Они сделали так со всеми телами, которые нашли, – закрыли глаза, сорвали красные и белые бусы, а потом Кири повела Баалатона и Фиву по другому тоннелю, тоже освещенному копошащимися червями. В конце его зияла расселина, вокруг которой черным углем очертили некий образ – так, что она, достаточно широкая, стала ртом странного существа. Кири объяснила: бусы не могут оставаться здесь; бусы должны переходить от одного к другому, чтобы мир оставался таким, какой есть, и чтобы они – народ Медных Барабанов – оставались людьми.
Раз нет больше на свете такого народа, то белые и красные бусы, кровь их расколовшегося бога, должны вернуться к истокам.
Сбросили бусы в расселину. Не услышали, как те упали. Как глубоко утекает кровь этого дивного бога?
Потом Кири подошла к медным барабанам – большие, в половину человеческого роста, они стояли кру́гом. Кири провела рукой по каждому, словно собирая воспоминания, а потом ударила несколько раз. Глухой звук пронесся по пещере – в последний раз, будто похоронная молитва без голоса, – и затих, вновь уступив место журчанию подземных источников.
– Спасибо тебе. – Кири положила голову на плечо Баалатону.
– За что?
– За то, что ты появился. За то, что сдержал себя. И за то... что остался. Единственный.
Он хотел поцеловать ее, но почувствовал жгучую боль. Схватился за голову, скрючился, упал – Кири не дала удариться о камни, вовремя подхватила. Фива, изучавшая светящегося червяка на своей руке, тут же отвлеклась. Оттянула его тунику – чешуя, в свете подземной пещеры отливавшая радугой, добралась до живота.
– И почему у меня не осталось тех мазей, – вздохнула она. – Ты дурак, Баалатон, ты свинья, но такого боги не могли тебе уготовить. Или заржавели весы справедливости?
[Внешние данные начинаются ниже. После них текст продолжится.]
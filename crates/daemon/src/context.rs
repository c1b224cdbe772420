//! What all parts of a daemon share.

use std::sync::{Mutex, PoisonError};
use std::thread::JoinHandle;

use crate::events::EventLog;
use crate::metrics::Metrics;
use crate::notify::Notifier;
use crate::runs::EndedRuns;
use crate::view::{EventBody, RunEvent, RunNews};

/// What all parts of a daemon share.
#[derive(Debug)]
pub(crate) struct Context {
    /// The event log.
    pub(crate) events: EventLog,
    /// Runs that have ended.
    pub(crate) ended: EndedRuns,
    /// The metrics.
    pub(crate) metrics: Metrics,
    /// The way to a person.
    pub(crate) notifier: Notifier,
    finishing: Mutex<Vec<JoinHandle<()>>>,
}

impl Context {
    /// With nothing in it, at so many seconds after 1970.
    pub(crate) fn new(started_s: u64, notifier: Notifier) -> Self {
        Self {
            events: EventLog::new(started_s),
            ended: EndedRuns::default(),
            metrics: Metrics::new(),
            notifier,
            finishing: Mutex::default(),
        }
    }

    /// Tells everyone of an event of a run; a person too, where it ends one or calls for one.
    pub(crate) fn tell(&self, event: RunEvent) {
        let is_ending = matches!(event.news, RunNews::Ended(_));
        if event.calls_for_person || is_ending {
            self.notifier.tell(&event);
        }
        tracing::info!(run = %event.run, sink = event.sink, "{}", event.message);
        self.events.push(&EventBody::Run(Box::new(event)));
    }

    /// Keeps the thread that completes a record.
    pub(crate) fn finishing(&self, thread: JoinHandle<()>) {
        let mut threads = self.threads();
        threads.retain(|thread| !thread.is_finished());
        threads.push(thread);
    }

    /// Whether records are still being completed.
    pub(crate) fn is_finishing(&self) -> bool {
        self.threads().iter().any(|thread| !thread.is_finished())
    }

    fn threads(&self) -> std::sync::MutexGuard<'_, Vec<JoinHandle<()>>> {
        self.finishing
            .lock()
            .unwrap_or_else(PoisonError::into_inner)
    }
}
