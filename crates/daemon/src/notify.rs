//! Telling a person: a program of the user's, started with an event on its standard input.
//!
//! One at a time, bounded in number and in time; a program that fails or hangs is logged and
//! ended, and nothing waits for it.

use std::io::Write as _;
use std::process::{Child, Command, ExitStatus, Stdio};
use std::sync::mpsc::{self, Receiver, SyncSender, TrySendError};
use std::thread;
use std::time::Duration;

use crate::error::DaemonError;
use crate::view::RunEvent;

/// Messages that may wait.
const WAITING_MAX: usize = 32;
/// How long the program may take.
const PROGRAM_MAX: Duration = Duration::from_secs(20);
/// How often it is looked whether it has ended.
const LOOK: Duration = Duration::from_millis(50);

/// The way to a person.
#[derive(Debug, Clone)]
pub(crate) struct Notifier {
    waiting: Option<SyncSender<RunEvent>>,
}

impl Notifier {
    /// Starts the thread that starts the program; without a program nothing is done.
    pub(crate) fn start(command: Option<Vec<String>>) -> Result<Self, DaemonError> {
        let Some(command) = command.filter(|command| !command.is_empty()) else {
            return Ok(Self { waiting: None });
        };
        let (waiting, inbox) = mpsc::sync_channel(WAITING_MAX);
        thread::Builder::new()
            .name("notify".into())
            .spawn(move || run(&command, &inbox))
            .map_err(|source| DaemonError::System {
                what: "a thread to notify people",
                source,
            })?;
        Ok(Self {
            waiting: Some(waiting),
        })
    }

    /// Tells of an event. Never waits; more than can wait are dropped and logged.
    pub(crate) fn tell(&self, event: &RunEvent) {
        let Some(waiting) = &self.waiting else { return };
        match waiting.try_send(event.clone()) {
            Ok(()) => {}
            Err(TrySendError::Full(_)) => {
                tracing::error!(
                    "{WAITING_MAX} notifications wait already, this one is dropped: {}",
                    event.message
                );
            }
            Err(TrySendError::Disconnected(_)) => {
                tracing::error!("nobody can be notified any more: {}", event.message);
            }
        }
    }
}

fn run(command: &[String], inbox: &Receiver<RunEvent>) {
    for event in inbox {
        if let Err(trouble) = tell(command, &event) {
            tracing::error!("notifying of \"{}\" failed: {trouble}", event.message);
        }
    }
}

fn tell(command: &[String], event: &RunEvent) -> Result<(), String> {
    let (program, arguments) = command.split_first().ok_or("there is no program")?;
    let mut text = serde_json::to_string(event).map_err(|error| error.to_string())?;
    text.push('\n');
    let mut child = Command::new(program)
        .args(arguments)
        .stdin(Stdio::piped())
        .stdout(Stdio::null())
        .stderr(Stdio::null())
        .spawn()
        .map_err(|error| format!("cannot start {program}: {error}"))?;
    if let Some(mut input) = child.stdin.take() {
        // A pipe holds far more than one event: this does not wait for the program. One that
        // reads nothing need not.
        let _ = input.write_all(text.as_bytes());
    }
    match wait(&mut child) {
        Some(status) if status.success() => Ok(()),
        Some(status) => Err(format!("{program} says {status}")),
        None => {
            // It has had its time; whether it can be ended is for the operating system to say.
            let _ = child.kill();
            let _ = child.wait();
            let most = PROGRAM_MAX.as_secs();
            Err(format!(
                "{program} had not ended after {most} s and was ended"
            ))
        }
    }
}

/// How the program ended; `None` if it has not in time.
#[expect(
    clippy::disallowed_methods,
    reason = "a thread of its own waits for the program here, and for nothing else"
)]
fn wait(child: &mut Child) -> Option<ExitStatus> {
    let mut left = PROGRAM_MAX;
    loop {
        match child.try_wait() {
            Ok(Some(status)) => return Some(status),
            // What cannot be asked cannot be waited for.
            Err(_) => return None,
            Ok(None) if left.is_zero() => return None,
            Ok(None) => {
                thread::sleep(LOOK);
                left = left.saturating_sub(LOOK);
            }
        }
    }
}
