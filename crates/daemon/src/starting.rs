//! From a request to a run: compile, create the record, hand over to the worker.
//!
//! All of it works on the disk or on megabytes of text, so none of it runs on a thread that
//! answers others.

use std::sync::Arc;

use journal::{
    Body, ClockKind, Disk, Entry, FORMAT, JournalError, Manifest, Note, Options, Storage as _,
    Writer,
};
use quantity::HostTime;
use sequence::{Compiled, Findings, compile_with};
use sequencer::Sequencer;
use tokio::sync::oneshot;
use uuid::Uuid;

use crate::app::App;
use crate::by_hand;
use crate::records::folder_name;
use crate::sinks::SinkHandle;
use crate::view::{Code, HandRequest, Problem, RunView, SequenceRequest, rfc3339};
use crate::worker::{Answer, Ask, Begin, Reservation};

/// Compiles a sequence for a sink as it is now.
///
/// # Errors
/// [`Code::SequenceRefused`] with every finding.
pub(crate) fn check(
    app: &App,
    sink: &SinkHandle,
    request: &SequenceRequest,
) -> Result<Compiled, Problem> {
    let options = sequence::Options {
        dut_label: request.dut.clone(),
        ..options(app, sink)
    };
    compile_with(&request.sequence.0, &sink.facts(), &request.files, &options).map_err(|refused| {
        let (errors, warnings) = refused.0.count();
        let detail = format!(
            "the sequence is refused for sink `{}`: {errors} errors, {warnings} warnings",
            sink.name()
        );
        Problem::new(Code::SequenceRefused, detail).with_findings(refused.0.list)
    })
}

/// What the compiler must know beside the sequence and the sink.
pub(crate) fn options(app: &App, sink: &SinkHandle) -> sequence::Options {
    sequence::Options {
        correction: sink.correction,
        calibration: sink.calibration(),
        disk_free_bytes: free_bytes(app),
        ..sequence::Options::default()
    }
}

/// Free space for records; `None` where the platform cannot say.
fn free_bytes(app: &App) -> Option<u64> {
    Disk.free_bytes(app.records.folder()).ok().flatten()
}

/// Whether a run could begin on a sink; why not, otherwise.
pub(crate) fn is_ready(sink: &SinkHandle) -> Result<(), Problem> {
    let view = sink.view();
    let name = sink.name();
    if view.description.is_none() && view.run.is_none() {
        let reason = view
            .link
            .reason
            .map_or_else(String::new, |why| format!(": {why}"));
        let detail = format!("no session stands with sink `{name}`{reason}; connect it first");
        return Err(Problem::new(Code::SinkNotConnected, detail));
    }
    if let (Some(cause), None) = (&view.latched_by, &view.run) {
        let detail = format!(
            "sink `{name}` has latched ({cause}); see to the cause, then POST /v1/sinks/{name}/reset"
        );
        return Err(Problem::new(Code::SinkLatched, detail));
    }
    Ok(())
}

/// Starts a run under an id: the way to its first view, or why it cannot be.
///
/// # Errors
/// What the check refuses, a busy sink, a record that cannot be created.
pub(crate) fn start(
    app: &App,
    sink: &SinkHandle,
    request: &SequenceRequest,
    id: Uuid,
) -> Result<oneshot::Receiver<Result<RunView, String>>, Problem> {
    let reservation = reserve(sink)?;
    let compiled = check(app, sink, request)?;
    let text = journal::SequenceText {
        text: request.sequence.0.clone(),
        files: request.files.clone(),
    };
    launch(app, sink, reservation, compiled, text, id)
}

/// Starts a run by hand under an id, as [`start`] does.
///
/// # Errors
/// As [`start`].
pub(crate) fn start_by_hand(
    app: &App,
    sink: &SinkHandle,
    request: &HandRequest,
    id: Uuid,
) -> Result<oneshot::Receiver<Result<RunView, String>>, Problem> {
    let reservation = reserve(sink)?;
    let (compiled, text) = by_hand::check(app, sink, request, request.setpoint.0)?;
    let files = std::collections::BTreeMap::new();
    let text = journal::SequenceText { text, files };
    launch(app, sink, reservation, compiled, text, id)
}

fn reserve(sink: &SinkHandle) -> Result<Reservation, Problem> {
    sink.reserve().ok_or_else(|| {
        let name = sink.name();
        let detail = format!("a run is in progress on sink `{name}`; stop it, or wait for its end");
        Problem::new(Code::SinkBusy, detail)
    })
}

fn launch(
    app: &App,
    sink: &SinkHandle,
    reservation: Reservation,
    compiled: Compiled,
    text: journal::SequenceText,
    id: Uuid,
) -> Result<oneshot::Receiver<Result<RunView, String>>, Problem> {
    let name = sink.name();
    let plan = Arc::new(compiled.plan);
    let sequencer = Sequencer::new(Arc::clone(&plan)).map_err(|error| {
        Problem::new(
            Code::SequenceRefused,
            format!("the plan cannot be run: {error}"),
        )
    })?;
    let folder = folder_name(app.clock.now(), name, &plan.dut.label, id);
    let manifest = manifest(app, sink, text, &plan, id);
    let path = app.records.path(&folder);
    let writer =
        Writer::create(&path, manifest, Options::default()).map_err(|error| not_begun(&error))?;
    let writer =
        with_warnings(writer, &compiled.warnings, sink.now()).map_err(|error| not_begun(&error))?;
    let (answer, answered): (Answer<Result<RunView, String>>, _) = oneshot::channel();
    let begin = Begin {
        id,
        folder,
        plan,
        sequencer,
        started: writer.manifest().created.clone(),
        writer,
        resumed: false,
        reservation,
        answer: Some(answer),
    };
    sink.give(Ask::Begin(Box::new(begin)))?;
    Ok(answered)
}

fn not_begun(error: &JournalError) -> Problem {
    let detail = format!("the record of the run cannot be written: {error}");
    Problem::new(Code::RecordNotBegun, detail)
}

/// What the check warned of is the first thing in the record.
fn with_warnings(
    mut writer: Writer,
    warnings: &Findings,
    at: HostTime,
) -> Result<Writer, JournalError> {
    for warning in &warnings.list {
        let text = format!(
            "check: {}[{}] at {}: {}",
            warning.severity, warning.rule, warning.pointer, warning.message
        );
        writer.append(&Entry {
            number: writer.next_number(),
            at,
            body: Body::Note(Note::Text(text)),
        })?;
    }
    writer.commit()?;
    Ok(writer)
}

fn manifest(
    app: &App,
    sink: &SinkHandle,
    sequence: journal::SequenceText,
    plan: &sequence::plan::Plan,
    id: Uuid,
) -> Manifest {
    let clock = if sink.entry.link.is_simulated() {
        ClockKind::TimeLapse
    } else {
        ClockKind::Real
    };
    Manifest {
        format: FORMAT,
        record: id.to_string(),
        created: rfc3339(sink.now()),
        host: app.host.clone(),
        software: app.software.clone(),
        sink: sink.name().to_owned(),
        clock,
        bench: serde_json::to_value(&sink.entry).unwrap_or_default(),
        sequence,
        plan: plan.clone(),
        certificate: sink.certificate.clone(),
        description: sink.snapshot.borrow().description,
        resumed: Vec::new(),
        ended: None,
    }
}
Да поможет тебе твой Эшмун.
– Он, похоже, хочет убить меня, – прохрипел Баалатон. – Или как там сказала старуха Могана? Обратить?
– Надо спешить, – вдруг вскочила Кири. – Драконий Камень. Он...
Не договорила. Помогла встать и вывела их на поверхность.
От резко нахлынувшей духоты Баалатону поплохело. Он пошел вслед за Кири аккуратно, опасаясь каких-нибудь очередных чудовищ, но мимо только проползали змеи причудливой окраски – белоснежные, с золотыми полосами, – даже не обращая внимания на мающихся под солнцем людей.
Баалатон хмурился. Так и происходит: когда надо обмануть, повыгоднее сторговаться, обольстить, слова находятся сами собой – правильные, простые и меткие, бьют в цель, и вот уже один из бесчисленных амулетов у тебя в кармане, один из печальных рабов – на цепи, одна из красавиц – в постели; но, как только предстоит сказать что-то важное, ощутить чужую боль, которая, кажется, растекается вокруг маслянистым битумом[88] – так ощутима, – слова сразу теряются, ведь не помогают больше красочные фокусы, не приходят на выручку острые заученные фразы. А другого просто не умеешь. Мог когда-то, но забыл: как признаваться в любви, как радоваться мелочам жизни. И вот, когда готов к этому меньше всего, наконец-то приходится перестать играть в жестоком театре, снять маску – ощутить себя нагим, – обтереть вспотевшее лицо платком, лишь чтобы понять: никакого лица больше нет, вместо него – серая масса.
Пока они шли дальше – песок и змеи, песок и змеи, песок и змеи, – Баалатон искал хоть какие-то слова поддержки для Кири. Она, казалось, заставляла себя не плакать. Шла рядом с Фивой. Когда та подала ей руку, крепко сжала, как ребенок. Может, питалась волшебными энергиями Египта?
– Так странно, – вдруг проговорила Кири. Уже не держала Фиву за руку, вышла вперед. – Я будто чувствую свои старые ночные следы под ногами. Где-то там, под песком.
Вход в глубокую пещеру у скал даже днем сочился тьмой. Делать первый шаг не решался никто.
– Идите, – наконец сказала Фива и уселась на песок. – Я подожду здесь. Послежу.
– Ты... – начал Баалатон.
– Да, я уверена, Баалатон. Когда ты уже прекратишь спорить со мной? Нянчиться нужно с тобой, если ты все еще не заметил. – Ее улыбка могла бы, наверное, развеселить даже безжизненные пески.
Кири схватила Баалатона за руку. И они вошли в холодную, липнущую к телу темноту, где тишина звучала громче любого звука.
Баалатон вспомнил, как впервые оказался здесь – спускался аккуратно, поранил руку, а потом зажмурился, ослепленный блеском драгоценных камней. Хотел поддаться внезапному порыву – прижать Кири к камням, поцеловать шею, все еще наверняка холодную, и почувствовать, как по телу бегут мурашки. Нет. Нельзя. Так нельзя. Тем более теперь.
– Почему это случилось с нами? – устало выдохнул он, даже не понимая, к кому обращается. Поймут ли его, ответят?
– Потому что так... должно быть. Причины и следствия, следствия и причины.
Спускались ниже, ниже, ниже, и, когда блеск драгоценных камней ослепил их, они были готовы.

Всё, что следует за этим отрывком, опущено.